For one, I envision building a community where people work hard to tell science stories well. Each paper is a story. A great paper, apart from solid results and technical and scientific advances, stands out particularly in the way it tells the story. I hope we all value storytelling and talk-giving slightly more than we do now. This ties to an eventual wish that scientific writing moves towards being lucid and understandable, and even entertaining, through which a broader reach of science can be achieved. This reading group, where you are allowed to practise telling stories, along with many other skills often underrated in one’s scientific persuit, is a start.

Here is how I see different levels of storytelling, in the format of an one-hour presentation, could happen in this group.

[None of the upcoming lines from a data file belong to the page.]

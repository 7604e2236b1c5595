using System.Collections.Immutable;

namespace SpecLint.Core.Analysis.Tolerance;

/// <summary>
/// Worst-case search over the tolerance box: every vertex of the loop-affecting axes, then a coordinate-wise
/// search inside the box from the most extreme vertex of each figure (references.md §4 item 13: minima of phase
/// margin and bandwidth sat at vertices in every case tried, maxima can lie inside).
/// </summary>
/// <remarks>
/// The inner search moves one axis at a time: it samples the axis at <see cref="GridSteps"/> + 1 evenly spaced
/// points, and when an inner point beats the current one, refines it by golden-section search between its grid
/// neighbours; sweeps repeat until no axis moves (at most <see cref="MaxSweeps"/>). This finds maxima that are
/// unimodal along each axis, such as phase margin against GBW with a fixed second pole; it is not a global
/// optimiser for arbitrary surfaces.
/// </remarks>
internal sealed class CornerSearch
{
    private const int GridSteps = 4;
    private const int MaxSweeps = 4;
    private const int GoldenIterations = 30;

    private readonly ToleranceBox _box;
    private readonly Dictionary<double[], LoopMetrics> _cache = new(PointComparer.Instance);

    public CornerSearch(ToleranceBox box)
    {
        _box = box;
    }

    /// <summary>The number of axes whose vertices were enumerated in the last <see cref="Run"/>.</summary>
    public int EnumeratedAxes { get; private set; }

    /// <summary>The number of distinct points analysed so far.</summary>
    public int Evaluations => _cache.Count;

    /// <summary>The most extreme point for each figure, and its metrics.</summary>
    public IReadOnlyDictionary<Extreme, (double[] Point, LoopMetrics Metrics)> Run(ToleranceOptions options)
    {
        var loop = Enumerable.Range(0, _box.Axes.Length).Where(i => _box.Axes[i].AffectsLoop).ToArray();
        var cap = Math.Clamp(options.MaxVertexParameters, 0, 20);
        var enumerated = loop.Length <= cap ? loop : MostInfluential(loop, cap);

        EnumeratedAxes = enumerated.Length;
        var extremes = Enum.GetValues<Extreme>();
        var best = new Dictionary<Extreme, (double[] Point, LoopMetrics Metrics, double Score)>();
        void Consider(double[] x, LoopMetrics m)
        {
            foreach (var e in extremes)
            {
                var s = Score(e, m);
                // Strictly greater: the first point in enumeration order wins ties, so the result is stable.
                if (!best.TryGetValue(e, out var b) || s > b.Score)
                {
                    best[e] = ((double[])x.Clone(), m, s);
                }
            }
        }

        var typical = _box.TypicalPoint();
        Consider(typical, Evaluate(typical));
        var count = 1 << enumerated.Length;
        var vertices = new double[count][];
        for (var mask = 0; mask < count; mask++)
        {
            var x = (double[])typical.Clone();
            for (var j = 0; j < enumerated.Length; j++)
            {
                var a = _box.Axes[enumerated[j]];
                x[enumerated[j]] = ((mask >> j) & 1) == 0 ? a.Low : a.High;
            }

            vertices[mask] = x;
        }

        // Vertices are independent: analysed in parallel into their own slots, then taken in mask order.
        var metrics = new LoopMetrics[count];
        ParallelFor(count, options.MaxDegreeOfParallelism, k => metrics[k] = LoopMetrics.Of(_box.Build(vertices[k])));
        for (var mask = 0; mask < count; mask++)
        {
            _cache.TryAdd(vertices[mask], metrics[mask]);
            Consider(vertices[mask], metrics[mask]);
        }

        var result = new Dictionary<Extreme, (double[] Point, LoopMetrics Metrics)>();
        foreach (var e in extremes)
        {
            var (x, m, s) = best[e];
            if (options.SearchInterior && double.IsFinite(s) && loop.Length > 0)
            {
                (x, m) = Climb(e, x, m, s, loop);
            }

            result[e] = (x, m);
        }

        return result;
    }

    /// <summary>Runs <paramref name="body"/> for 0 .. count − 1, keeping an analysis exception's own type for callers.</summary>
    internal static void ParallelFor(int count, int maxDegreeOfParallelism, Action<int> body)
    {
        try
        {
            Parallel.For(0, count, new ParallelOptions { MaxDegreeOfParallelism = maxDegreeOfParallelism }, body);
        }
        catch (AggregateException e) when (e.InnerExceptions.Count > 0)
        {
            System.Runtime.ExceptionServices.ExceptionDispatchInfo.Capture(e.InnerExceptions[0]).Throw();
            throw;
        }
    }

    /// <summary>Larger is more extreme; an undefined figure is −∞, except that an undefined margin is the worst minimum (+∞).</summary>
    public static double Score(Extreme e, LoopMetrics m) => e switch
    {
        Extreme.MinPhaseMargin => m.PhaseMarginDeg is { } pm ? -pm : double.PositiveInfinity,
        Extreme.MaxPhaseMargin => m.PhaseMarginDeg ?? double.NegativeInfinity,
        Extreme.MinBandwidth => m.BandwidthHz is { } bw ? -bw : double.NegativeInfinity,
        Extreme.MaxBandwidth => m.BandwidthHz ?? double.NegativeInfinity,
        _ => m.PeakingDb,
    };

    private LoopMetrics Evaluate(double[] x)
    {
        if (!_cache.TryGetValue(x, out var m))
        {
            m = LoopMetrics.Of(_box.Build(x));
            _cache[(double[])x.Clone()] = m;
        }

        return m;
    }

    private (double[] Point, LoopMetrics Metrics) Climb(Extreme e, double[] start, LoopMetrics startMetrics, double startScore, int[] axes)
    {
        var x = (double[])start.Clone();
        var (m, s) = (startMetrics, startScore);
        for (var sweep = 0; sweep < MaxSweeps; sweep++)
        {
            var moved = false;
            foreach (var i in axes)
            {
                var a = _box.Axes[i];
                var bestT = double.NaN;
                var bestK = -1;
                var bestS = s;
                var bestM = m;
                for (var k = 0; k <= GridSteps; k++)
                {
                    var t = (double)k / GridSteps;
                    var (mk, sk) = Probe(e, x, i, a.At(t));
                    if (sk > bestS)
                    {
                        (bestT, bestK, bestS, bestM) = (t, k, sk, mk);
                    }
                }

                if (bestK > 0 && bestK < GridSteps)
                {
                    var (t, mt, st) = Golden(e, x, i, (double)(bestK - 1) / GridSteps, (double)(bestK + 1) / GridSteps);
                    if (st > bestS)
                    {
                        (bestT, bestS, bestM) = (t, st, mt);
                    }
                }

                // A relative threshold keeps rounding noise from counting as progress and looping.
                if (bestK >= 0 && bestS > s + (1e-12 * Math.Max(1, Math.Abs(s))))
                {
                    x[i] = a.At(bestT);
                    (m, s) = (bestM, bestS);
                    moved = true;
                }
            }

            if (!moved)
            {
                break;
            }
        }

        return (x, m);
    }

    private (LoopMetrics Metrics, double Score) Probe(Extreme e, double[] x, int axis, double value)
    {
        var saved = x[axis];
        x[axis] = value;
        var m = Evaluate(x);
        x[axis] = saved;
        return (m, Score(e, m));
    }

    /// <summary>Golden-section search for the largest score along one axis, t ∈ [lo, hi].</summary>
    private (double T, LoopMetrics Metrics, double Score) Golden(Extreme e, double[] x, int axis, double lo, double hi)
    {
        var a = _box.Axes[axis];
        var invPhi = (Math.Sqrt(5) - 1) / 2;
        var c = hi - (invPhi * (hi - lo));
        var d = lo + (invPhi * (hi - lo));
        var (mc, sc) = Probe(e, x, axis, a.At(c));
        var (md, sd) = Probe(e, x, axis, a.At(d));
        for (var k = 0; k < GoldenIterations; k++)
        {
            if (sc > sd)
            {
                (hi, d, md, sd) = (d, c, mc, sc);
                c = hi - (invPhi * (hi - lo));
                (mc, sc) = Probe(e, x, axis, a.At(c));
            }
            else
            {
                (lo, c, mc, sc) = (c, d, md, sd);
                d = lo + (invPhi * (hi - lo));
                (md, sd) = Probe(e, x, axis, a.At(d));
            }
        }

        return sc > sd ? (c, mc, sc) : (d, md, sd);
    }

    /// <summary>
    /// The <paramref name="keep"/> loop axes whose one-at-a-time swing moves the figures most, scored as
    /// |ΔPM| in degrees + 100·|Δln BW| (1° weighs like 1 % of bandwidth) + |Δpeaking| in dB; ties keep the axis order.
    /// </summary>
    private int[] MostInfluential(int[] loop, int keep)
    {
        var typical = _box.TypicalPoint();
        var scores = new List<(int Axis, double Score)>();
        foreach (var i in loop)
        {
            var lo = (double[])typical.Clone();
            lo[i] = _box.Axes[i].Low;
            var hi = (double[])typical.Clone();
            hi[i] = _box.Axes[i].High;
            var (ml, mh) = (Evaluate(lo), Evaluate(hi));
            var pm = ml.PhaseMarginDeg is { } a && mh.PhaseMarginDeg is { } b ? Math.Abs(a - b) : 1e6;
            var bw = ml.BandwidthHz is { } c && mh.BandwidthHz is { } d ? 100 * Math.Abs(Math.Log(c / d)) : 1e6;
            scores.Add((i, pm + bw + Math.Abs(ml.PeakingDb - mh.PeakingDb)));
        }

        return [.. scores.OrderByDescending(s => s.Score).Take(keep).Select(s => s.Axis).Order()];
    }
}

You can give a Level 0 talk, which is going through someone else’s paper—the storyline is already there. This is perhaps the most basic and involves the least work: you just need to understand it and retell it to others. (I assume as a researcher you already read papers, and this additional work of making it into a presentation would not be too much of an overhead and would only help you understand it better yourself.) And best of all, when the audience asks hard questions, you can just say “I don’t know—not my work.”

A Level 1 talk, could mean presenting one of your own papers. The bar is higher because you are expected to know every detail of the project, but also lower because you probably already do. And a good background coverage to lead to the exact problem and idea always helps. If well made, this can become a mini-tutorial on the topic that your paper is about.

Then we have Level 2 talks, which are usually a topic formed by understanding a field (however small it is) thoroughly well, and having in mind a hierarchical chart or spiderweb of a number of fields leading to that particular one. You might be citing multiple papers, drawing connections and coming up with conclusions that are mainly your own.
Q: Do you have a high bar for talks given there?
A: Yes I do. But I also know we all have to start somewhere. And I myself was a horrible presenter not too long ago (likely still am). But we all get better.